Ah, alright, that makes more sense then.

> There's also a fun little bit that assigns unique aliases to each
> table appearing in the query, which from memory is at least O(N^2)
> and maybe worse.  (Admittedly, shipped queries are usually not so
> complicated that N would be large.)  And by the way, we're also
> starting up the executor, even if you didn't say ANALYZE.
>
> A little bit of fooling with "perf" suggests that when explaining
> a pretty simple bitmapscan query --- I used
>     EXPLAIN SELECT * FROM tenk1 WHERE unique1 > 9995
> which ought to be somewhat representative of what postgres_fdw needs
> --- only about half of the runtime is spent within pg_plan_query, and
> the other half is spent on explain.c + ruleutils.c formatting work.
> So while getting rid of that overhead wouldn't be an earthshattering
> improvement, I think it'd be worthwhile.

Sure.

> >> Further down the road, we might want to rethink the whole idea of
> >> completely constructing a concrete Plan.  We could get the data we need
> >> at the list-of-Paths stage.  Even more interesting, we could (with very
> >> little more work) return data about multiple Paths, so that the client
> >> could find out, for example, the costs of sorted and unsorted output
> >> without paying two network round trips to discover that.
>
> > I have to admit that I'm not really sure how we could make it work, but
> > having a way to get multiple paths returned by EXPLAIN would certainly
> > be interesting to a lot of users.  Certainly it's easier to see how we
> > could get at that info in a postgres_fdw-specific function, and be able
> > to understand how to deal with it there and what could be done, but once
> > it's there I wonder if other tools might see that and possibly even
> > build on it because it'd be the only way to get that kind of info, which
> > certainly wouldn't be ideal.
>
> Yeah, thinking about it as a function that inspects partial planner
> results, it might be useful for other purposes besides postgres_fdw.
> As I said before, I don't think this necessarily has to be bundled as
> part of postgres_fdw.  That still doesn't make it part of EXPLAIN.

Providing it as a function rather than through EXPLAIN does make a bit
more sense if we're going to skip things like the lookups you mention
above.  I'm still inclined to have it be a part of core rather than
having it as postgres_fdw though.  I'm not completely against it being
part of postgres_fdw... but I would think that would really be
appropriate if it's actually using something in postgres_fdw, but if
everything that it's doing is part of core and nothing related
specifically to the postgres FDW, then having it as part of core makes
more sense to me.  Also, having it as part of core would make it more
appropriate for other tools to look at and adding that kind of
inspection capability for partial planner results could be very
interesting for tools like pgAdmin and such.

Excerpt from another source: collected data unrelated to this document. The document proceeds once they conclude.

/**
 * The training run in the report: the log diagnosed against the equilibrium values
 * (`--log`), and the checkpoint series against the real set (`--checkpoints`).
 *
 * @module
 */
import { escapeHtml, htmlTable } from "../display/mod.ts";
import {
  plotCheckpointMetrics,
  plotDiscriminatorOutputs,
  plotLossCurves,
  plotPeriodogram,
} from "../plot/mod.ts";
import { checkpointSeries, diagnoseTraining, TRAINING_EQUILIBRIUM } from "../training/mod.ts";
import { estimateJson, formatShort } from "./estimate_json.ts";
import type { Json } from "./json.ts";
import type { ReportSection } from "./types.ts";

/** A number for JSON: non-finite ones as the strings "Infinity", "-Infinity", "NaN". */
const finiteOrText = (x: number): Json => Number.isFinite(x) ? x : String(x);

/**
 * The training-log section: `readTrainingLog` and `diagnoseTraining` on `--log`, each flag
 * with its evidence under `training.flags` of summary.json, the flags on the first screen,
 * and the loss curves, D's outputs and (with an oscillation flag) the periodogram.
 *
 * References: Goodfellow et al. 2014 (equilibrium: D loss 2 ln 2, D outputs 1/2); Fisher
 * 1929 (periodogram test); Killick, Fearnhead & Eckley 2012 (PELT change points).
 *
 * @example
 * ```ts
 * import { trainingSection } from "./section_training.ts";
 * import assert from "node:assert/strict";
 * assert.match(String(trainingSection.applies({ inputs: {} } as never)), /--log/);
 * ```
 */
export const trainingSection: ReportSection = {
  id: "training",
  title: "Training log diagnosed against the equilibrium",
  applies(ctx) {
    return ctx.inputs.log ? true : "no training log given (--log FILE)";
  },
  keys() {
    return ["training.flagCount"];
  },
  run(ctx, out) {
    const input = ctx.inputs.log!;
    ctx.onProgress("training log: diagnosis", 0);
    const t0 = performance.now();
    const diagnosis = diagnoseTraining(input.log);
    out.timings.push({ step: "diagnosis", seconds: (performance.now() - t0) / 1000 });
    const { log, flags } = diagnosis;
    const flagsJson: Json[] = flags.map((f) => ({
      kind: f.kind,
      run: f.run,
      series: f.series,
      step: f.step,
      end: f.end,
      period: f.period ?? null,
      evidence: {
        statistic: f.evidence.statistic,
        value: finiteOrText(f.evidence.value),
        threshold: finiteOrText(f.evidence.threshold),
        steps: [...f.evidence.steps],
      },
      message: f.message,
    }));
    out.data.training = {
      path: input.path,
      sha256: input.sha256,
      roles: { ...log.roles } as Record<string, string>,
      guessed: [...log.guessed],
      runs: log.runs.map((r) => ({ name: r.name, records: r.steps.length })),
      equilibrium: { ...TRAINING_EQUILIBRIUM },
      flagCount: flags.length,
      flags: flagsJson,
      notes: [...diagnosis.notes],
    };
    out.methods.training = {
      diagnosis: "diagnoseTraining with its documented default thresholds",
      thresholds: JSON.parse(JSON.stringify(diagnosis.thresholds)) as Json,
    };
    out.html.push(
      flags.length
        ? htmlTable(
          ["flag", "run", "column", "steps", "evidence"],
          flags.map((f) => [
            f.kind + (f.period ? ` (period ${f.period} steps)` : ""),
            f.run || "-",
            f.series,
            `${f.step}–${f.end}`,
            `${f.evidence.statistic} = ${f.evidence.value.toPrecision(3)} ` +
            `(threshold ${f.evidence.threshold.toPrecision(3)})`,
          ]),
          `Flags raised on ${input.path}`,
        )
        : `<p>No flag raised on ${escapeHtml(input.path)}.</p>`,
    );
    if (log.notes.length) {
      out.html.push(
        `<p>Reading the log: ${log.notes.map((n) => escapeHtml(n)).join("; ")}.</p>`,
      );
    }
    out.headlines.push(
      flags.length
        ? `Training log: ${flags.length} flag(s): ` +
          flags.map((f) =>
            `${f.kind}${f.period ? ` (period ${f.period})` : ""} on ${f.series} from step ${f.step}`
          ).join("; ") + "."
        : "Training log: no flag raised (no oscillation, divergence, collapse, winning " +
          "discriminator or plateau at the default thresholds).",
    );
    out.figures.push({
      name: "loss_curves",
      figure: plotLossCurves(diagnosis),
      caption: "Losses over training with their equilibrium values (2 ln 2 for D's summed " +
        "cross-entropy, ln 2 for the non-saturating G loss); flagged spans shaded.",
    });
    if (log.roles.dReal || log.roles.dFake) {
      out.figures.push({
        name: "d_outputs",
        figure: plotDiscriminatorOutputs(diagnosis),
        caption: "D's mean output on real and generated batches; both tend to 1/2 at the " +
          "equilibrium.",
      });
    }
    if (flags.some((f) => f.kind === "oscillation")) {
      out.figures.push({
        name: "periodogram",
        figure: plotPeriodogram(diagnosis),
        caption: "Periodogram of the detrended series behind the oscillation flag.",
      });
    }
    out.notes.push(
      "Training flags are screening rules with thresholds tuned for a false-alarm rate of " +
        "about 5% on clean converging logs; read them with the figures.",
    );
  },
};

/**
 * The checkpoint section: `checkpointSeries` on `--checkpoints DIR` against the real set,
 * each metric per checkpoint with its interval under `checkpoints.points` of summary.json,
 * and a figure of the metrics over steps with interval bands. Metrics: the density route's
 * JSD and V(D*, G) for d ≤ 2, the feature-space metrics above (the series' defaults);
 * `plan.checkpointReplicates` bootstrap replicates each.
 *
 * References: Goodfellow et al. 2014 (V(D*, G) = -ln 4 + 2 JSD); Heusel et al. 2017
 * (Fréchet distance).
 *
 * @example
 * ```ts
 * import { checkpointsSection } from "./section_training.ts";
 * import assert from "node:assert/strict";
 * assert.match(String(checkpointsSection.applies({ inputs: {} } as never)), /--checkpoints/);
 * ```
 */
export const checkpointsSection: ReportSection = {
  id: "checkpoints",
  title: "Checkpoints against the real set",
  applies(ctx) {
    return ctx.inputs.checkpoints ? true : "no checkpoint folder given (--checkpoints DIR)";
  },
  keys() {
    return [];
  },
  async run(ctx, out) {
    const input = ctx.inputs.checkpoints!;
    const { plan } = ctx;
    const seed = `${plan.seed}:checkpoints`;
    const total = input.files.length;
    ctx.onProgress(`checkpoints: 0 of ${total}`, 0);
    const series = await checkpointSeries(
      ctx.inputs.real.samples,
      input.files.map((f) => ({ step: f.step, samples: f.samples })),
      {
        replicates: plan.checkpointReplicates,
        level: plan.level,
        seed,
        onProgress: (p) => ctx.onProgress(`checkpoints: ${p.done} of ${p.total}`, p.done / total),
      },
    );
    out.data.checkpoints = {
      path: input.path,
      metrics: [...series.metrics],
      outputs: [...series.outputs],
      points: series.checkpoints.map((c, i) => ({
        step: c.step,
        path: input.files[i].path,
        sha256: input.files[i].sha256,
        n: input.files[i].samples.n,
        estimates: Object.fromEntries(
          Object.entries(c.metrics).map(([k, e]) => [k, estimateJson(e)]),
        ),
      })),
      skipped: [...input.skipped],
      notes: [...series.notes],
    };
    out.methods.checkpoints = {
      metrics: [...series.metrics],
      replicates: plan.checkpointReplicates,
      seed,
      interval: "each metric's own bootstrap, the same seed for every checkpoint",
    };
    const last = series.checkpoints.at(-1)!;
    out.html.push(htmlTable(
      ["step", ...series.outputs],
      series.checkpoints.map((c) => [
        String(c.step),
        ...series.outputs.map((o) => c.metrics[o] ?? "-"),
      ]),
      `${total} checkpoints of ${input.path} against the real set`,
    ));
    out.headlines.push(
      `Checkpoints: at the last step ${last.step}, ` +
        series.outputs.filter((o) => last.metrics[o]).map((o) =>
          `${o} ${formatShort(last.metrics[o])}`
        ).join(", ") + ".",
    );
    out.figures.push({
      name: "checkpoint_metrics",
      figure: plotCheckpointMetrics(series),
      caption: `Metrics over training steps with ${Math.round(plan.level * 100)}% interval ` +
        "bands, each checkpoint against the real set.",
    });
  },
};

> > That postgres_fdw is an extension is almost as much of a wart as
> > anything being discussed here and suggesting that things added to
> > postgres_fdw aren't 'core features' seems akin to ignoring the forest
> > for the trees-
>
> I think we just had this discussion in another thread.  The fact that
> postgres_fdw is an extension is a feature, not a bug, because (a) it
> means that somebody could implement their own version if they wanted
> it to act differently; and (b) it keeps us honest about whether the
> APIs needed by an FDW are accessible from outside core.  I think moving
> postgres_fdw into core would be a large step backwards.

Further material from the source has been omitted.